Which lines of the data contain the string "lossy"? Show each of them.

---------- Recorded information

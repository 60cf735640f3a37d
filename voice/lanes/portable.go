package lanes

// Portable is the kernel for any processor, one lane at a time.
func Portable() Kernel {
	moving, gliding := each((*Bank).moving), each((*Bank).gliding)
	return Kernel{
		name:  "portable",
		plain: kinds{each((*Bank).plain), moving, gliding},
		stiff: forSections(each((*Bank).stiff), moving, gliding),
		turn:  turnLanes,
		mix:   mixLanes,
	}
}

// forSections is one kernel of each kind for all numbers of sections.
func forSections(still, moving, gliding run) (all [MaxSections + 1]kinds) {
	for i := range all {
		all[i] = kinds{still, moving, gliding}
	}
	return all
}

// mixLanes mixes two banks, of which the second may be nil.
func mixLanes(m *Mix, from, frames int, b, c *Bank) {
	b.mixInto(m, from, frames)
	if c != nil {
		c.mixInto(m, from, frames)
	}
}

func (b *Bank) mixInto(m *Mix, from, frames int) {
	outs := b.Out[from : from+frames]
	lefts, rights := m.Left[from:from+frames], m.Right[from:from+frames]
	for l := range Width {
		left, right, dl, dr := b.Left[l], b.Right[l], b.DLeft[l], b.DRight[l]
		for f := range outs {
			y := outs[f][l]
			left += dl
			right += dr
			lefts[f][l] += float32(y * left)
			rights[f][l] += float32(y * right)
		}
		b.Left[l], b.Right[l] = left, right
	}
}

// Solo renders frames of one lane alone, as Kernel.Render does of all. The taps of a
// lane that is Moving change by DTap, and it may read the frame before.
func (b *Bank) Solo(lane int, w *Bench, force *Force, motion Motion, from, until int) {
	if force == nil {
		force = &nothing
	}
	do := (*Bank).ramping
	switch {
	case motion == Still && b.Sections == 0:
		do = (*Bank).plain
	case motion == Still:
		do = (*Bank).stiff
	case motion == Gliding:
		do = (*Bank).gliding
	}
	for start := from; from < until; {
		end := until
		if motion == Gliding {
			end = min(until, (from/int(b.Block)+1)*int(b.Block))
			if from%int(b.Block) == 0 {
				b.take(lane, b.turn(lane, w.Rows))
			}
		}
		p := b.pass(lane, w, force, from-start, from, end-from)
		if motion == Gliding && b.Glide[lane].Finger.Firm > 0 {
			b.touched(p, w, b.At[lane]+int64(from-start))
		} else {
			do(b, p)
		}
		from = end
	}
}

// pass is one lane's way through some frames.
type pass struct {
	lane           int
	source, target []float32 // what is read, and where it goes
	force, out     []floats
}

func (b *Bank) pass(lane int, w *Bench, force *Force, ahead, from, frames int) pass {
	at := b.At[lane] + int64(ahead)
	first := b.oldest(lane, int64(ahead))
	return pass{
		lane:   lane,
		source: w.Line[first : first+int64(frames)+Taps-1],
		target: w.Line[at : at+int64(frames)],
		force:  force[from : from+frames],
		out:    b.Out[from : from+frames],
	}
}

func each(do func(*Bank, pass)) run {
	return func(b *Bank, w *Bench, force *Force, ahead, from, frames int) {
		for lane := range Width {
			do(b, b.pass(lane, w, force, ahead, from, frames))
		}
	}
}

// plain renders a still lane without stiffness: as read does, with the taps in registers.
func (b *Bank) plain(p pass) {
	l := p.lane & (Width - 1)
	h := b.taps(l)
	h0, h1, h2, h3, h4, h5 := h[0], h[1], h[2], h[3], h[4], h[5]
	h6, h7, h8, h9, h10, h11 := h[6], h[7], h[8], h[9], h[10], h[11]
	c1, c2, v1, v2, power := b.C1[l], b.C2[l], b.V1[l], b.V2[l], b.Power[l]
	n := len(p.target)
	source, target, force, out := p.source, p.target, p.force[:n], p.out[:n]
	for i := range target {
		s := (*[Taps]float32)(source)
		x := bias + float32(s[0]*h11) + float32(s[1]*h10) + float32(s[2]*h9) + float32(s[3]*h8)
		x = x + float32(s[4]*h7) + float32(s[5]*h6) + float32(s[6]*h5) + float32(s[7]*h4)
		x = x + float32(s[8]*h3) + float32(s[9]*h2) + float32(s[10]*h1) + float32(s[11]*h0)
		source = source[1:]
		v := float64(x) - float64(c2*v2)
		v2, v1 = v1, v-float64(c1*v1)
		y := float32(v1) + force[i][l]
		target[i] = y
		out[i][l] = y
		power += float32(y * y)
	}
	b.V1[l], b.V2[l], b.Power[l] = v1, v2, power
}

func (b *Bank) taps(lane int) (h [Taps]float32) {
	for i := range h {
		h[i] = b.Tap[i][lane]
	}
	return h
}

// read is the dot product of the taps, the newest sample's first, with samples, the oldest first.
func read(s []float32, h *[Taps]float32) float32 { return readOn(bias, s, h) }

// readOn adds the read to x.
func readOn(x float32, s []float32, h *[Taps]float32) float32 {
	s = s[:Taps]
	x = x + float32(s[0]*h[11]) + float32(s[1]*h[10]) + float32(s[2]*h[9]) + float32(s[3]*h[8])
	x = x + float32(s[4]*h[7]) + float32(s[5]*h[6]) + float32(s[6]*h[5]) + float32(s[7]*h[4])
	return x + float32(s[8]*h[3]) + float32(s[9]*h[2]) + float32(s[10]*h[1]) + float32(s[11]*h[0])
}

// stiff renders a still lane with shelf and sections.
func (b *Bank) stiff(p pass) {
	l := p.lane & (Width - 1)
	h := b.taps(l)
	for i := range p.target {
		p.end(b, i, b.disperse(l, b.lose(l, read(p.source[i:i+Taps:i+Taps], &h))))
	}
}

// moving renders a lane in which anything but the delay moves.
func (b *Bank) moving(p pass) {
	l := p.lane & (Width - 1)
	h := b.taps(l)
	for i := range p.target {
		b.move(l)
		p.end(b, i, b.lossy(l, read(p.source[i:i+Taps:i+Taps], &h)))
	}
}

// ramping renders a lane whose taps move as well.
func (b *Bank) ramping(p pass) {
	l := p.lane & (Width - 1)
	h := b.taps(l)
	for i := range p.target {
		for t := range h {
			h[t] += b.DTap[t][l]
		}
		b.move(l)
		p.end(b, i, b.lossy(l, read(p.source[i:i+Taps:i+Taps], &h)))
	}
	for t := range h {
		b.Tap[t][l] = h[t]
	}
}

// gliding renders a lane whose delay moves.
func (b *Bank) gliding(p pass) {
	l := p.lane & (Width - 1)
	h := b.taps(l)
	for i := range p.target {
		x := b.readGliding(l, p.source[i:i+Taps:i+Taps], &h)
		b.bend(l)
		b.move(l)
		p.end(b, i, b.lossy(l, x))
	}
}

// readGliding reads samples, the oldest first, at the lane's offset from its taps.
func (b *Bank) readGliding(l int, s []float32, h *[Taps]float32) float32 {
	x := float32(0)
	for t := CurveTaps - 1; t >= 0; t-- {
		x += float32(b.Curve[t][l] * s[Taps-1-firstCurve-t])
	}
	x *= b.Offset[l]
	for t := SlopeTaps - 1; t >= 0; t-- {
		x += float32(b.Slope[t][l] * s[Taps-1-firstSlope-t])
	}
	x *= b.Offset[l]
	return readOn(float32(x)+bias, s, h)
}

// bend takes a lane's delay a frame on.
func (b *Bank) bend(l int) {
	b.Offset[l] += b.DOffset[l]
	b.DOffset[l] += b.D2Offset[l]
	b.D2Offset[l] += b.D3Offset[l]
}

// lossy takes what was read through a moving lane's level and filters.
func (b *Bank) lossy(l int, x float32) float64 {
	v := b.lose(l, x*b.Level[l])
	if b.Sections > 0 {
		v = b.disperse(l, v)
	}
	return v
}

// move takes a lane's level and filters a frame on.
func (b *Bank) move(l int) {
	b.Level[l] += b.DLevel[l]
	b.C1[l] += b.DC1[l]
	b.C2[l] += b.DC2[l]
	if b.Sections == 0 {
		return
	}
	b.Gain[l] += b.DGain[l]
	b.Zero[l] += b.DZero[l]
	b.Pole[l] += b.DPole[l]
	for i := range b.Section[:b.Sections] {
		s := &b.Section[i]
		s.A1[l] += s.DA1[l]
		s.A2[l] += s.DA2[l]
	}
}

// lose takes what was read through the loss filter, and a stiff string's shelf.
func (b *Bank) lose(l int, x float32) float64 {
	before := b.V1[l]
	v := float64(x) - float64(b.C2[l]*b.V2[l]) - float64(b.C1[l]*before)
	b.V2[l], b.V1[l] = before, v
	if b.Sections == 0 {
		return v
	}
	v = float64(b.Gain[l]*(v-float64(b.Zero[l]*before))) + float64(b.Pole[l]*b.Node[0].X[l])
	return v
}

// disperse passes a sample through the allpass sections, in direct form I: one
// section's output is the next one's input, history and all.
func (b *Bank) disperse(l int, in float64) float64 {
	for i := range b.Section[:b.Sections] {
		s, left, right := &b.Section[i], &b.Node[i], &b.Node[i+1]
		x, x1, y, y1 := left.X[l], left.X1[l], right.X[l], right.X1[l]
		out := float64(s.A2[l]*(in-y1)) + (float64(s.A1[l]*(x-y)) + x1)
		left.X1[l], left.X[l] = x, in
		in = out
	}
	last := &b.Node[b.Sections]
	last.X1[l], last.X[l] = last.X[l], in
	return in
}

// end adds the force to frame i and writes it down.
func (p *pass) end(b *Bank, i int, v float64) {
	l := p.lane & (Width - 1)
	y := float32(v) + p.force[i][l]
	p.target[i] = y
	p.out[i][l] = y
	b.Power[l] += float32(y * y)
}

--------------------

## Solution to this problem
		p.end(b, i, b.lossy(l, read(p.source[i:i+Taps:i+Taps], &h)))
		p.end(b, i, b.lossy(l, read(p.source[i:i+Taps:i+Taps], &h)))
		p.end(b, i, b.lossy(l, x))
// lossy takes what was read through a moving lane's level and filters.
func (b *Bank) lossy(l int, x float32) float64 {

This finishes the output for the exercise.